This shift from prediction to causation isn’t just academic—it’s the difference between wasting marketing budget on the “sure things” and efficiently targeting users who actually need a nudge.

The Causal Propensity Framework

When we think about causal propensity, three key principles emerge:

1. Receptivity Over Likelihood
A user’s propensity to act due to a nudge is meaningful only if they’re actually receptive to that nudge. If they won’t pay attention or be influenced, the nudge is irrelevant. An intervention cannot cause a change if the user isn’t open to it.

2. Sustained Impact (Avoiding Buyer’s Regret)
True high propensity implies that the user not only takes the desired action but continues it long-term, signaling a genuinely positive experience. A fleeting change followed by disengagement or regret isn’t the goal—we want interventions that lead to lasting, beneficial changes.

3. Revealed Preferences as Success Metrics
Rather than focusing on immediate revenue metrics that might be misleading (a user might purchase, regret it, and churn), observing continued engagement serves as a practical proxy. It tells us the intervention was likely a good fit for them.

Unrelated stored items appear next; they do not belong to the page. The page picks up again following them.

"""The evidence kernel: fit, log evidence and spread for a batch of data sets under one candidate.

For coordinates u (structural) and z (run, error), all N(0, 1) beforehand, with L the loss of the
readings (``likelihood``),

    F(u, z) = |u|^2/2 + |z|^2/2 + sum over runs of L_r(u, z_r)
    ln Z    = -F(u*, z*) - ln det H(u*, z*) / 2

at the joint optimum, with the exact Hessian H (Laplace; Tierney & Kadane 1986). H has the form of an
arrow: each run's block B_r = I + d2L/dz2 is eliminated, and what is left for the structural
coordinates is the Schur complement S = I + sum (d2L/du2 - C_r' B_r^-1 C_r); ln det H is the sum of
ln det B_r and ln det S, and S^-1 is the covariance of the structural coordinates.

Axis order everywhere: draw, run, time, signal; coordinates last.
"""

from __future__ import annotations

from functools import partial
from typing import NamedTuple

import numpy as np

from designer import arrays
from designer.arrays import Array, jax, jnp
from designer.likelihood import Design, Readings, RunTerms, loss, run_terms
from designer.signals import Law, Signal

LONGEST_STEP = 1.5  # in structural coordinates, so in prior standard deviations
CONVERGED = 1e-6  # decrement at which a fit stops
MOST_STEPS = 30
LANES = 256  # data sets a compiled batch holds
DIFFERENCE = 1e-4  # step of central differences where the Hessian is formed from gradients


class Point(NamedTuple):
    """u (structural,), z (run, error)."""

    u: Array
    z: Array


class Quadratic(NamedTuple):
    """F near a point: value, gradients, and the blocks of its Hessian (prior included)."""

    value: Array
    u: Array  # (structural,)
    z: Array  # (run, error)
    uu: Array  # (structural, structural)
    uz: Array  # (run, structural, error)
    zz: Array  # (run, error, error)


class Factor(NamedTuple):
    """Result of the elimination: Newton step, ln det H, smallest pivot, S^-1 (structural, structural)."""

    u: Array
    z: Array
    log_determinant: Array
    pivot: Array
    covariance: Array


class Fit(NamedTuple):
    """Optimum of each data set and what Laplace makes of it (leading axis: draw)."""

    u: Array
    z: Array
    log_evidence: Array
    loss: Array  # F at the optimum
    decrement: Array  # expected fall of F still left; large = not converged
    pivot: Array  # smallest pivot of H; not positive = no minimum
    covariance: Array  # of the structural coordinates
    trouble: Array  # 1 where the trajectory failed


def quadratic(law: Law, point: Point, design: Design, readings: Readings, exact: bool) -> tuple[
    Quadratic, Quadratic, Array
]:
    """F at ``point`` with the exact and with the Gauss-Newton Hessian, and trouble. One data set."""
    structural = len(law.structural)

    def one(z: Array, run: Design, read: Readings) -> RunTerms:
        return run_terms(law, jnp.concatenate([point.u, z]), run, read, exact)

    terms = jax.vmap(one)(point.z, design, readings)
    value = (point.u**2).sum() / 2 + (point.z**2).sum() / 2 + terms.loss.sum()
    gradient_u = point.u + terms.gradient[:, :structural].sum(0)
    gradient_z = point.z + terms.gradient[:, structural:]

    def blocks(h: Array) -> Quadratic:
        uu = jnp.eye(structural) + h[:, :structural, :structural].sum(0)
        zz = jnp.eye(point.z.shape[1]) + h[:, structural:, structural:]
        return Quadratic(value, gradient_u, gradient_z, uu, h[:, :structural, structural:], zz)

    return blocks(terms.hessian), blocks(terms.gauss_newton), terms.trouble.max()


def eliminate(q: Quadratic, damping: Array | float = 0.0, free: Array | None = None) -> Factor:
    """Newton step -H^-1 g and ln det H by elimination of each run's block.

    damping multiplies the diagonals by 1 + damping; ``free`` (structural,) is 1 for coordinates that
    move and 0 for those held (their rows become those of the identity).
    """
    d, p = q.u.shape[0], q.z.shape[1]
    keep = jnp.ones(d) if free is None else free
    swell = 1 + damping
    b = [[q.zz[:, i, j] * (swell if i == j else 1.0) for j in range(p)] for i in range(p)]
    lower, pivot_z = arrays.cholesky(b) if p else ([], jnp.asarray(jnp.inf))
    half = [arrays.forward(lower, [q.uz[:, k, i] * keep[k] for i in range(p)]) for k in range(d)]
    half_g = arrays.forward(lower, [q.z[:, i] for i in range(p)])

    def inner(a: list[Array], c: list[Array]) -> Array:
        return sum(((x * y).sum() for x, y in zip(a, c, strict=True)), jnp.zeros(()))

    s = [[_held(q.uu, keep, k, m, swell) - inner(half[k], half[m]) for m in range(d)] for k in range(d)]
    right = [q.u[k] * keep[k] - inner(half[k], half_g) for k in range(d)]
    schur, pivot_u = arrays.cholesky(s) if d else ([], jnp.asarray(jnp.inf))
    step_u = [-x for x in arrays.solve(schur, right)]
    rest = [half_g[i] + sum(half[k][i] * step_u[k] for k in range(d)) for i in range(p)]
    step_z = [-x for x in arrays.backward(lower, rest)]
    log_determinant = arrays.log_determinant(schur) + (arrays.log_determinant(lower).sum() if p else 0.0)
    pivot = jnp.minimum(jnp.min(pivot_z), pivot_u)
    return Factor(
        jnp.stack(step_u) if d else q.u,
        jnp.stack(step_z, axis=-1) if p else q.z,
        log_determinant,
        pivot,
        _inverse(schur, d),
    )


def _held(uu: Array, keep: Array, k: int, m: int, swell: Array | float) -> Array:
    if k != m:
        return uu[k, m] * keep[k] * keep[m]
    return keep[k] * uu[k, k] * swell + (1 - keep[k])


def _inverse(lower: arrays.Matrix, size: int) -> Array:
    columns = [arrays.solve(lower, [jnp.asarray(float(i == j)) for i in range(size)]) for j in range(size)]
    return jnp.stack([jnp.stack(column) for column in columns]) if size else jnp.zeros((0, 0))


class _State(NamedTuple):
    point: Point
    exact: Quadratic
    safe: Quadratic  # Gauss-Newton
    trouble: Array
    damping: Array
    decrement: Array
    done: Array


def _begin(law: Law, point: Point, design: Design, readings: Readings) -> _State:
    exact, safe, trouble = quadratic(law, point, design, readings, law.second_order)
    return _State(point, exact, safe, trouble, jnp.asarray(1e-2), jnp.asarray(jnp.inf), jnp.asarray(False))


def _step(law: Law, state: _State, design: Design, readings: Readings, free: Array) -> _State:
    """One damped Newton step, Gauss-Newton where H is not positive; kept only if F falls."""
    exact, safe = eliminate(state.exact, state.damping, free), eliminate(state.safe, state.damping, free)
    use = exact.pivot > 1e-6
    du = jnp.where(use, exact.u, safe.u)
    dz = jnp.where(use, exact.z, safe.z)
    decrement = -(jnp.sum(state.exact.u * du) + jnp.sum(state.exact.z * dz)) / 2
    largest = jnp.maximum(jnp.max(jnp.abs(du), initial=0.0), jnp.max(jnp.abs(dz), initial=0.0) / 2)
    shrink = jnp.minimum(1.0, LONGEST_STEP / jnp.maximum(largest, 1e-12))
    trial = Point(state.point.u + shrink * du, state.point.z + shrink * dz)
    exact_t, safe_t, trouble_t = quadratic(law, trial, design, readings, law.second_order)
    better = exact_t.value <= state.exact.value + 1e-9 * (1 + jnp.abs(state.exact.value))
    better = better & (trouble_t == 0)
    converged = (decrement < CONVERGED) & better & (state.damping < 0.1)
    stalled = state.damping > 1e7
    damping = jnp.where(better, jnp.maximum(state.damping * 0.1, 1e-9), state.damping * 8)
    after = _State(trial, exact_t, safe_t, trouble_t, damping, decrement, converged)
    kept = state._replace(damping=damping, decrement=decrement, done=stalled)
    new = jax.tree.map(lambda a, b: jnp.where(better, a, b), after, kept)
    return jax.tree.map(lambda old, fresh: jnp.where(state.done, old, fresh), state, new)


def _minimise(
    law: Law, start: Point, design: Design, readings: Readings, free: Array, most: int
) -> _State:
    """Batched Newton-Levenberg; design shared by all data sets."""
    begin = jax.vmap(partial(_begin, law), in_axes=(0, None, 0))
    step = jax.vmap(partial(_step, law), in_axes=(0, None, 0, 0))

    def going(carry: tuple[Array, _State]) -> Array:
        return (carry[0] < most) & ~jnp.all(carry[1].done)

    def advance(carry: tuple[Array, _State]) -> tuple[Array, _State]:
        return carry[0] + 1, step(carry[1], design, readings, free)

    state = begin(start, design, readings)
    return jax.lax.while_loop(going, advance, (jnp.asarray(0), state))[1]


def hessian_by_differences(law: Law, point: Point, design: Design, readings: Readings) -> Quadratic:
    """F with its Hessian from central differences of the gradient (laws without cheap second derivatives)."""
    structural, size = len(law.structural), len(law.structural) + point.z.shape[1]
    base = quadratic(law, point, design, readings, False)[0]

    def gradient(x: Array, run: Design, read: Readings) -> Array:
        return run_terms(law, x, run, read, False).gradient

    def one(z: Array, run: Design, read: Readings) -> Array:
        x = jnp.concatenate([point.u, z])
        move = DIFFERENCE * jnp.eye(size)
        up = jax.vmap(lambda m: gradient(x + m, run, read))(move)
        down = jax.vmap(lambda m: gradient(x - m, run, read))(move)
        h = (up - down) / (2 * DIFFERENCE)
        return (h + h.T) / 2

    h = jax.vmap(one)(point.z, design, readings)
    uu = jnp.eye(structural) + h[:, :structural, :structural].sum(0)
    zz = jnp.eye(size - structural) + h[:, structural:, structural:]
    return base._replace(uu=uu, uz=h[:, :structural, structural:], zz=zz)


def _finish(law: Law, state: _State, design: Design, readings: Readings, free: Array) -> Fit:
    exact = state.exact
    if not law.second_order:
        exact = hessian_by_differences(law, state.point, design, readings)
    factor = eliminate(exact, 0.0, free)
    good = factor.pivot > 0
    safe = eliminate(state.safe, 0.0, free)
    log_determinant = jnp.where(good, factor.log_determinant, safe.log_determinant)
    decrement = -(jnp.sum(exact.u * free * factor.u) + jnp.sum(exact.z * factor.z)) / 2
    decrement = jnp.where(good, jnp.abs(decrement), jnp.inf)
    log_evidence = -exact.value - log_determinant / 2
    covariance = jnp.where(good, factor.covariance, safe.covariance)
    return Fit(
        state.point.u, state.point.z, log_evidence, exact.value, decrement, factor.pivot, covariance, state.trouble
    )


def scan(law: Law, design: Design, readings: Readings, nodes: Array) -> Array:
    """F without run errors at structural ``nodes`` (node, structural) for every data set: (draw, node).

    The curves are shared by all data sets, so a scan costs little.
    """
    errors = jnp.zeros((design.times.shape[0], len(law.errors)))

    def curves(u: Array) -> Signal:
        return jax.vmap(law.read, in_axes=(None, 0, 0, 0))(u, errors, design.conditions, design.times)

    signal = jax.vmap(curves)(nodes)

    def one(read: Readings) -> Array:
        at = loss(law, signal, read, design.mask) + (nodes**2).sum(-1) / 2
        bad = signal.trouble.max(-1) > 0
        return jnp.where(jnp.isfinite(at) & ~bad, at, jnp.inf)

    return jax.vmap(one)(readings)


class Kernel:
    """Compiled evidence of one candidate. Batches of any size are cut into padded lanes, so that one
    compilation serves them all."""

    def __init__(self, law: Law, lanes: int = LANES) -> None:
        self.law = law
        self.lanes = lanes
        self.nodes = scan_nodes(len(law.structural))
        self._cold = jax.jit(self._fit_cold)
        self._warm = jax.jit(self._fit_warm)
        self._scan = jax.jit(partial(scan, law))

    def _fit_cold(self, design: Design, readings: Readings, nodes: Array) -> Fit:
        at = scan(self.law, design, readings, nodes)
        u = nodes[jnp.argmin(at, axis=1)]
        z = jnp.zeros((u.shape[0], design.times.shape[0], len(self.law.errors)))
        return self._fit_warm(design, readings, Point(u, z), jnp.ones_like(u))

    def _fit_warm(self, design: Design, readings: Readings, start: Point, free: Array) -> Fit:
        state = _minimise(self.law, start, design, readings, free, MOST_STEPS)
        finish = jax.vmap(partial(_finish, self.law), in_axes=(0, None, 0, 0))
        return finish(state, design, readings, free)

    def best_nodes(self, design: Design, readings: Readings, count: int) -> np.ndarray:
        """The ``count`` best structural nodes of every data set: (draw, count, structural)."""
        at = np.asarray(self._scan(design, readings, self.nodes))
        order = np.argsort(at, axis=1)[:, :count]
        return np.asarray(self.nodes)[order]

    def fit(
        self,
        design: Design,
        readings: Readings,
        start: Point | None = None,
        free: Array | None = None,
    ) -> Fit:
        """Fit every data set of ``readings`` (draw, run, time, signal); arrays of the result are numpy.

        start: warm start of each data set; without it the structural nodes are scanned. free (draw,
        structural) is 1 for structural coordinates that move and 0 for those held at the start.
        """
        if start is not None and free is None:
            free = np.ones_like(start.u)
        count = np.shape(readings.values)[0]
        parts = []
        for begin in range(0, count, self.lanes):
            rows = np.minimum(np.arange(begin, begin + self.lanes), count - 1)
            some = Readings(*(np.asarray(x)[rows] for x in readings))
            if start is None:
                fit = self._cold(design, some, self.nodes)
            else:
                begin_at = Point(*(np.asarray(x)[rows] for x in start))
                fit = self._warm(design, some, begin_at, np.asarray(free)[rows])
            parts.append([np.asarray(x)[: count - begin] for x in fit])
        return Fit(*(np.concatenate(column) for column in zip(*parts, strict=True)))


def scan_nodes(size: int) -> Array:
    """Structural coordinates at which a cold fit looks first: 13 for one unknown, 65 for two, then
    more, spread like the prior out to about 3 standard deviations."""
    if size == 0:
        return jnp.zeros((1, 0))
    if size == 1:
        return jnp.linspace(-3, 3, 13)[:, None]
    from scipy.stats import norm, qmc

    count = 2 ** (5 + min(size, 5))
    points = qmc.Sobol(size, scramble=False).random(count)[1:]
    spread = norm.ppf(points) * 1.25
    return jnp.asarray(np.vstack([np.zeros(size), spread]))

24.2 An Example with Synthetic Data

Let’s illustrate with a synthetic example. Imagine a company, SaaSify Solutions, which provides “TaskMaster,” a project management tool. TaskMaster has a free basic tier and a premium “Pro Tier.” To boost conversions to the paid Pro Tier, SaaSify decides to offer a one-month free trial. The Pro Tier boasts advanced features such as team collaboration, detailed analytics, and automation.

The Challenge: Identifying the Right Users for the Free Trial

The teams at SaaSify understand that a free trial isn’t universally effective. Their objective is to measure the causal impact of the Pro Tier trial. Specifically, they want to determine how offering the trial influences a user’s probability of subscribing to the paid tier three months down the line, relative to users not offered the trial. The aim is to target users for whom the trial will be most impactful and avoid offering it where it’s likely to be ineffective or, worse, counterproductive.

To achieve this, they randomly assign the free trial offer to a subset of users—this randomization is key for causal inference. The outcome of interest is the subscription status three months after the trial offer. The R code that follows generates synthetic data for this scenario.

# ── pkgs ────────────────────────────────────────────────────────────────────────
library(dplyr)      # wrangling
library(tidyr)      # pivot_longer later
library(tibble)     # tibbles
library(ggplot2)    # plots

# ── 0. helpers ─────────────────────────────────────────────────────────────────
clip_values <- function(x, lo = 0, hi = 150) pmin(pmax(x, lo), hi)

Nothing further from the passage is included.